A lo largo de los años hemos seguido en este blog la vida en Kibera, el barrio de chabolas más grande de África. Hemos conocido la peripecia vital de Patrick Kimawachi y de la fallecida Sharon Kayalo, ambos protagonistas del documental Villas Miseria.

También estuvimos allí cuando se desató la violencia postelectoral en 2008 y las callejuelas de este asentamiento marginal situado en las inmediaciones de Nairobi se convirtieron en un campo de batalla.

¿Por qué tanta atención a Kibera? En primer lugar por una cuestión práctica: Nairobi es nuestra base en África, a la que volvemos una y otra vez para dirigirnos a Ruanda, Congo, Uganda o Sudán. En segundo lugar, estamos convencidos de que buena parte de los desafíos sociales del siglo XX pasarán por estos asentamientos, ya que más de mil millones de personas viven en ellos. Por último nos han empujado a volver a Kibera las amistades que allí hemos forjado.

Viviendas dignas

La llegada al gobierno de Raila Odinga prometía cambios para Kibera, pues el candidato lúo del OMC se presentaba a las elecciones por el distrito de Langata, en el que se encuentra el barrio de chabolas. Hasta el momento se habían proyectado y publicitado innumerables proyectos de desarrollo que nunca llegaban a hacerse realidad para esta barriada ausente de servicios regulares de electricidad, agua corriente o saneamientos.

El pasado 16 de septiembre – cuando nos disponíamos a partir hacia Sudán – la historia de Kibera dio un giro sin precedentes: 1.300 de sus residentes fueron llevados a apartamentos construidos por el gobierno. Las imágenes de los habitantes del barrio cogiendo sus pertenencias y dejando atrás las casetas de adobe y chapa – que excavadoras destruyeron a las pocas horas para evitar que otras personas las habitaran -, abrieron los telediarios en Kenia.

Los afortunados, que dejaron atrás la subsistencia entre las montañas de basura y los flying toilettes, moraban en la zona llamada East Soweto. En los edificios a los que se han mudado pagan cinco euros al mes por el alquiler de una habitación, cuatro por la electricidad y dos por el agua (en lo referido a la vivienda, precio similar al que pagaban por las chabolas).

El camino equivocado

Si tomamos en cuenta que Kibera tiene 800 mil habitantes y que más de la mitad de la población de Nairobi malvive en un centenar de slums, las noticias que hace un mes saltaban a la prensa resultan no demasiado alentadoras.
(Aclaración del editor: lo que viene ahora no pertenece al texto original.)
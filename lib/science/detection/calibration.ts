/** Error rates and thresholds from shots in which every site was prepared dark, or bright. */
import type { ErrorRates } from "@/lib/science/detection/threshold";
import { clopperPearson, type Interval } from "@/lib/science/stats/intervals";
import { sortAscending } from "@/lib/science/stats/quantiles";

/** Complete counts of the calibration shots; both arrays `[shot][site]`. */
export interface CalibrationCounts {
  sites: number;
  dark: Uint16Array | Float32Array;
  bright: Uint16Array | Float32Array;
}

/** How many of the shots prepared one way were read the other way. */
export interface ErrorTally {
  errors: number;
  shots: number;
}

export interface CalibratedRates extends ErrorRates {
  /** 95 % Clopper–Pearson intervals. */
  falseBrightInterval: Interval;
  falseDarkInterval: Interval;
  evidence: { dark: ErrorTally; bright: ErrorTally };
}

/** Returns ε's, intervals and raw counts of one site at threshold θ; at least one shot of each kind. */
export function calibrateSite(calibration: CalibrationCounts, site: number, threshold: number): CalibratedRates {
  const darkShots = shotsOf(calibration.dark, calibration.sites);
  const brightShots = shotsOf(calibration.bright, calibration.sites);
  const falseBright = countAbove(calibration.dark, calibration.sites, site, threshold);
  const falseDark = brightShots - countAbove(calibration.bright, calibration.sites, site, threshold);
  return {
    falseBright: falseBright / darkShots,
    falseDark: falseDark / brightShots,
    falseBrightInterval: clopperPearson(falseBright, darkShots),
    falseDarkInterval: clopperPearson(falseDark, brightShots),
    evidence: {
      dark: { errors: falseBright, shots: darkShots },
      bright: { errors: falseDark, shots: brightShots },
    },
  };
}

/** Returns the number of shots in counts of layout `[shot][site]`. */
export function shotsOf(counts: Uint16Array | Float32Array, sites: number): number {
  return sites === 0 ? 0 : Math.floor(counts.length / sites);
}

/** Returns in how many shots a site counts more than θ; fractional counts are compared in float32. */
export function countAbove(counts: Uint16Array | Float32Array, sites: number, site: number, threshold: number): number {
  const compared = counts instanceof Float32Array ? Math.fround(threshold) : threshold;
  let above = 0;
  for (let at = site; at < counts.length; at += sites) if (counts[at] > compared) above += 1;
  return above;
}

/**
 * Returns the threshold with the least sum of both error shares among a site's calibration shots, of equals the lowest.
 * Whole counts: half-integers from 0.5. Fractional counts, whose unit means nothing: the middles between
 * neighbouring values that occur.
 */
export function adviseCalibrationThreshold(calibration: CalibrationCounts, site: number): number {
  const { sites } = calibration;
  const dark = siteCounts(calibration.dark, sites, site);
  const bright = siteCounts(calibration.bright, sites, site);
  const whole = calibration.dark instanceof Uint16Array && calibration.bright instanceof Uint16Array;
  const candidates = whole ? halfIntegers(dark, bright) : middles(dark, bright);
  let best = candidates[0];
  let least = Number.POSITIVE_INFINITY;
  let darkBelow = 0;
  let brightBelow = 0;
  for (const threshold of candidates) {
    while (darkBelow < dark.length && dark[darkBelow] <= threshold) darkBelow += 1;
    while (brightBelow < bright.length && bright[brightBelow] <= threshold) brightBelow += 1;
    // Over the common denominator the sums are whole numbers, so ties are exact.
    const sum = (dark.length - darkBelow) * bright.length + brightBelow * dark.length;
    if (sum >= least) continue;
    least = sum;
    best = threshold;
  }
  return best;
}

function siteCounts(counts: Uint16Array | Float32Array, sites: number, site: number): Float64Array {
  return sortAscending(Array.from({ length: shotsOf(counts, sites) }, (_, s) => counts[s * sites + site]));
}

function halfIntegers(dark: Float64Array, bright: Float64Array): number[] {
  const largest = Math.max(dark[dark.length - 1], bright[bright.length - 1]);
  return Array.from({ length: largest + 1 }, (_, n) => n + 0.5);
}

function middles(dark: Float64Array, bright: Float64Array): number[] {
  const values = sortAscending([...new Set([...dark, ...bright])]);
  if (values.length === 1) return [values[0]];
  const thresholds: number[] = [];
  for (let v = 1; v < values.length; v++) {
    const middle = Math.fround((values[v - 1] + values[v]) / 2);
    // Between two neighbouring float32 there is no middle; the lower one separates them, since θ itself reads dark.
    thresholds.push(middle < values[v] ? middle : values[v - 1]);
  }
  return thresholds;
}
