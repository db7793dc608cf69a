import type { CountTally } from "@/lib/science/detection/count-tally";

/** A two-component Poisson mixture; `dark` ≤ `bright` are mean counts, `brightWeight` the share of bright shots. */
export interface MixtureParameters {
  dark: number;
  bright: number;
  brightWeight: number;
}

/** First and second derivatives of the log likelihood in (ln dark, ln bright, logit brightWeight). */
export interface MixtureDerivatives {
  /** `[parameter]` */
  gradient: Float64Array;
  /** `[parameter][parameter]`: minus the second derivatives, the observed information. */
  information: Float64Array;
}

/** Returns ln of weight · Poisson(n; rate) · n!; a rate of 0 allows no count but 0. */
function logTerm(logWeight: number, rate: number, logRate: number, n: number): number {
  return n === 0 ? logWeight - rate : logWeight - rate + n * logRate;
}

/** Returns the log likelihood of the tally, including the factorials. */
export function mixtureLogLikelihood(tally: CountTally, parameters: MixtureParameters): number {
  const { counts, frequencies } = tally;
  const { dark, bright, brightWeight } = parameters;
  const logDark = Math.log(dark);
  const logBright = Math.log(bright);
  const logDarkWeight = Math.log1p(-brightWeight);
  const logBrightWeight = Math.log(brightWeight);
  let sum = -tally.logFactorials;
  for (let e = 0; e < counts.length; e++) {
    const d = logTerm(logDarkWeight, dark, logDark, counts[e]);
    const b = logTerm(logBrightWeight, bright, logBright, counts[e]);
    sum += frequencies[e] * (Math.max(d, b) + Math.log1p(Math.exp(-Math.abs(d - b))));
  }
  return sum;
}

/** Returns the log likelihood of one Poisson law with the tally's mean, its maximum. */
export function singleLogLikelihood(tally: CountTally): number {
  if (tally.mean === 0) return 0;
  return tally.shots * tally.mean * (Math.log(tally.mean) - 1) - tally.logFactorials;
}

/** Writes to `out[entry]` the probability that a shot with that count was bright. */
export function brightProbabilities(tally: CountTally, parameters: MixtureParameters, out: Float64Array): void {
  const { counts } = tally;
  const { dark, bright, brightWeight } = parameters;
  const logDark = Math.log(dark);
  const logBright = Math.log(bright);
  const logDarkWeight = Math.log1p(-brightWeight);
  const logBrightWeight = Math.log(brightWeight);
  for (let e = 0; e < counts.length; e++) {
    const d = logTerm(logDarkWeight, dark, logDark, counts[e]);
    const b = logTerm(logBrightWeight, bright, logBright, counts[e]);
    out[e] = 1 / (1 + Math.exp(d - b));
  }
}

/** Returns the parameters after one EM step (Dempster, Laird and Rubin 1977); the likelihood never falls. */
export function stepMixtureByEm(tally: CountTally, parameters: MixtureParameters): MixtureParameters {
  const { counts, frequencies, shots } = tally;
  const probabilities = new Float64Array(counts.length);
  brightProbabilities(tally, parameters, probabilities);
  let brightShots = 0;
  let brightSum = 0;
  let darkShots = 0;
  let darkSum = 0;
  for (let e = 0; e < counts.length; e++) {
    const asBright = frequencies[e] * probabilities[e];
    const asDark = frequencies[e] * (1 - probabilities[e]);
    brightShots += asBright;
    brightSum += asBright * counts[e];
    darkShots += asDark;
    darkSum += asDark * counts[e];
  }
  if (brightShots === 0 || darkShots === 0) return parameters;
  return { dark: darkSum / darkShots, bright: brightSum / brightShots, brightWeight: brightShots / shots };
}

/** Returns gradient and observed information at parameters in the interior (dark > 0). */
export function mixtureDerivatives(tally: CountTally, parameters: MixtureParameters): MixtureDerivatives {
  const { counts, frequencies } = tally;
  const { dark, bright, brightWeight } = parameters;
  const probabilities = new Float64Array(counts.length);
  brightProbabilities(tally, parameters, probabilities);
  const gradient = new Float64Array(3);
  const information = new Float64Array(9);
  for (let e = 0; e < counts.length; e++) {
    const f = frequencies[e];
    const w = probabilities[e];
    const fromDark = counts[e] - dark;
    const fromBright = counts[e] - bright;
    gradient[0] += f * (1 - w) * fromDark;
    gradient[1] += f * w * fromBright;
    gradient[2] += f * (w - brightWeight);
    // What is lost by not knowing the shot's state: the variance of the complete-data score (Louis 1982).
    const unknown = f * w * (1 - w);
    information[0] += f * (1 - w) * dark - unknown * fromDark * fromDark;
    information[1] += unknown * fromDark * fromBright;
    information[2] += unknown * fromDark;
    information[4] += f * w * bright - unknown * fromBright * fromBright;
    information[5] -= unknown * fromBright;
    information[8] += f * brightWeight * (1 - brightWeight) - unknown;
  }
  information[3] = information[1];
  information[6] = information[2];
  information[7] = information[5];
  return { gradient, information };
}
Para Claudio Torres, arquitecto chileno formado en Italia y una referencia en asentamientos marginales, las razones para no mostrarse demasiado optimista son otras.

“No se está yendo a la raíz del problema que es la falta de oportunidades en el campo. Cada vez que mejoras la vida de alguien en la pobreza abres la puerta para que lleguen otros a ocupar su lugar. Por cada persona que sacas de Kibera hay colas de personas esperando para ocupar su sitio”, sostiene Claudio, que dirige un proyecto de desarrollo en el slum de Mathare – bastión hasta 2007 de la secta mungiki – para la ONG Coopi.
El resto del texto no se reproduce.